[Records shown Boundary: Start]
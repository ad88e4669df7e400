/** What a report prints, gathered in one short transaction: plain values, nothing drawn yet. */
import { and, desc, eq, gte, inArray } from "drizzle-orm";
import type { Analysis } from "@wavekeep/core";
import type { CaptureReceipt } from "../contract/checks.ts";
import { listReceipts } from "../captures/receipts.ts";
import {
  findCheck,
  findDraft,
  findOptionalAnalysis,
  findOptionalSubmission,
  listAnalysisVersions,
  listAttempts,
  listEvents,
  listSignatures,
  type CheckRecord,
  type SignatureRow,
} from "../checks/queries.ts";
import {
  sources,
  sourceCertificates,
  toleranceVersions,
  type StoredDraft,
  type StoredSegment,
} from "../db/schema/index.ts";
import { recordNow, type Context, type Tx } from "../db/tenancy.ts";
import { problem } from "../http/problem.ts";
import { addDays, dateIn } from "../instruments/dates.ts";
import {
  findAxisAt,
  findConfiguration,
  findInstrument,
  findToleranceAt,
  type ConfigurationRow,
  type InstrumentRow,
} from "../instruments/queries.ts";
import { findLab, type LabRow } from "../labs/queries.ts";
import { findProcedure, type ProcedureRow } from "../procedures/queries.ts";
import { findOptionalLastEntry } from "./queries.ts";

export interface ReportFacts {
  /** Null: a draft, which is said on every page. */
  number: string | null;
  madeAt: Date;
  lab: LabRow;
  check: CheckRecord;
  revision: number;
  instrument: InstrumentRow;
  ownerName: string;
  configuration: ConfigurationRow;
  procedure: ProcedureRow;
  inputs: StoredDraft;
  analysis: Analysis;
  analysisSha256: string;
  lineListVersion: string;
  measuredAt: Date | null;
  tolerance: { version: number; segments: StoredSegment[]; inForceFrom: Date; reason: string };
  /** Other versions that took over within a year of the check: a changed tolerance shows for a year. */
  toleranceChanges: { version: number; inForceFrom: Date; reason: string; segments: StoredSegment[] }[];
  axis: { number: number; inForceFrom: Date } | null;
  sources: {
    label: string;
    name: string;
    maker: string;
    serial: string;
    reviewDueOn: string | null;
    pastReview: boolean;
    certificateSha256: string | null;
  }[];
  receipts: CaptureReceipt[];
  attempts: { number: number; reason: string }[];
  changes: { version: number; attempt: number; changed: string }[];
  comments: { kind: string; byName: string; at: Date; comment: string }[];
  signatures: SignatureRow[];
  contentSha256: string | null;
  /** Head of the lab's chain when the report is made: it holds the signatures. */
  head: { number: number; hash: string } | null;
}

/** @throws problem "conflict" while there is no result to print */
export async function gatherReport(tx: Tx, ctx: Context, checkId: string, number: string | null): Promise<ReportFacts> {
  const check = await findCheck(tx, checkId);
  const draft = await findDraft(tx, checkId);
  const submission = draft.open ? null : await findOptionalSubmission(tx, checkId);
  const analysis =
    submission === null
      ? await findOptionalAnalysis(tx, { checkId, attempt: draft.currentAttempt })
      : await findOptionalAnalysis(tx, { id: submission.analysisId });
  if (analysis === null)
    throw problem(
      "conflict",
      `${check.number} has no result yet, so there is nothing to print. Analyse its captures first.`,
    );
  const inputs = submission?.inputs ?? draft.inputs;
  const [
    { instrument, ownerName },
    configuration,
    receipts,
    versions,
    events,
    madeAt,
    lab,
    procedure,
    attempts,
    signatures,
    head,
  ] = await Promise.all([
    findInstrument(tx, check.instrumentId),
    findConfiguration(tx, check.configurationId),
    listReceipts(tx, checkId),
    listAnalysisVersions(tx, checkId),
    listEvents(tx, checkId),
    recordNow(tx),
    findLab(tx, ctx.labId),
    findProcedure(tx, check.procedureId),
    listAttempts(tx, checkId),
    listSignatures(tx, checkId),
    findOptionalLastEntry(tx),
  ]);
  const measuredAt = submission?.measuredAt ?? (receipts[0] === undefined ? null : new Date(receipts[0].receivedAt));
  const firstAt = receipts[0] === undefined ? madeAt : new Date(receipts[0].receivedAt);
  const [tolerance, axis, namedSources] = await Promise.all([
    findToleranceAt(tx, configuration.id, firstAt),
    findAxisAt(tx, configuration.id, measuredAt ?? firstAt),
    listReportSources(tx, inputs, dateIn(ctx.zone, measuredAt ?? firstAt)),
  ]);
  return {
    number,
    madeAt,
    lab,
    check,
    revision: submission?.revision ?? draft.revision,
    instrument,
    ownerName,
    configuration,
    procedure,
    inputs,
    analysis: analysis.analysis,
    analysisSha256: analysis.sha256,
    lineListVersion: analysis.lineListVersion,
    measuredAt,
    tolerance,
    toleranceChanges: await listToleranceChanges(tx, configuration.id, tolerance.version, firstAt),
    axis: analysis.axisNumber === null || axis === null ? null : { number: axis.number, inForceFrom: axis.inForceFrom },
    sources: namedSources,
    receipts,
    attempts: attempts.map((attempt) => ({ number: attempt.number, reason: attempt.reason })),
    changes: versions.map(({ version, attempt, changed }) => ({ version, attempt, changed })),
    comments: events.flatMap(({ event, name }) =>
      event.comment === null
        ? []
        : [{ kind: event.kind, byName: name ?? "Wavekeep", at: event.at, comment: event.comment }],
    ),
    signatures,
    contentSha256: submission?.contentSha256 ?? null,
    head,
  };
}

async function listToleranceChanges(
  tx: Tx,
  configurationId: string,
  usedVersion: number,
  at: Date,
): Promise<ReportFacts["toleranceChanges"]> {
  const yearBefore = new Date(`${addDays(at.toISOString().slice(0, 10), -365)}T00:00:00Z`);
  const rows = await tx
    .select()
    .from(toleranceVersions)
    .where(and(eq(toleranceVersions.configurationId, configurationId), gte(toleranceVersions.inForceFrom, yearBefore)))
    .orderBy(desc(toleranceVersions.version));
  // The first version is no change; the one in use is printed by itself, with the reason it was changed for.
  return rows.filter((row) => row.version > 1 || row.version > usedVersion);
}

async function listReportSources(tx: Tx, inputs: StoredDraft, on: string): Promise<ReportFacts["sources"]> {
  if (inputs.sourceIds.length === 0) return [];
  const rows = await tx.select().from(sources).where(inArray(sources.id, inputs.sourceIds));
  const certificates = await tx
    .select({ sourceId: sourceCertificates.sourceId, sha256: sourceCertificates.sha256 })
    .from(sourceCertificates)
    .where(inArray(sourceCertificates.sourceId, inputs.sourceIds))
    .orderBy(desc(sourceCertificates.storedAt));
  return inputs.sourceIds.flatMap((id) => {
    const source = rows.find((row) => row.id === id);
    if (source === undefined) return [];
    const { label, name, maker, serial, reviewDueOn } = source;
    return [
      {
        label,
        name,
        maker,
        serial,
        reviewDueOn,
        pastReview: reviewDueOn !== null && reviewDueOn < on,
        certificateSha256: certificates.find((row) => row.sourceId === id)?.sha256 ?? null,
      },
    ];
  });
}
[Records shown Boundary: End]
What you should do: Determine how many lines in the data include the word "reviewDueOn". Answer with that number alone.

Written response: 4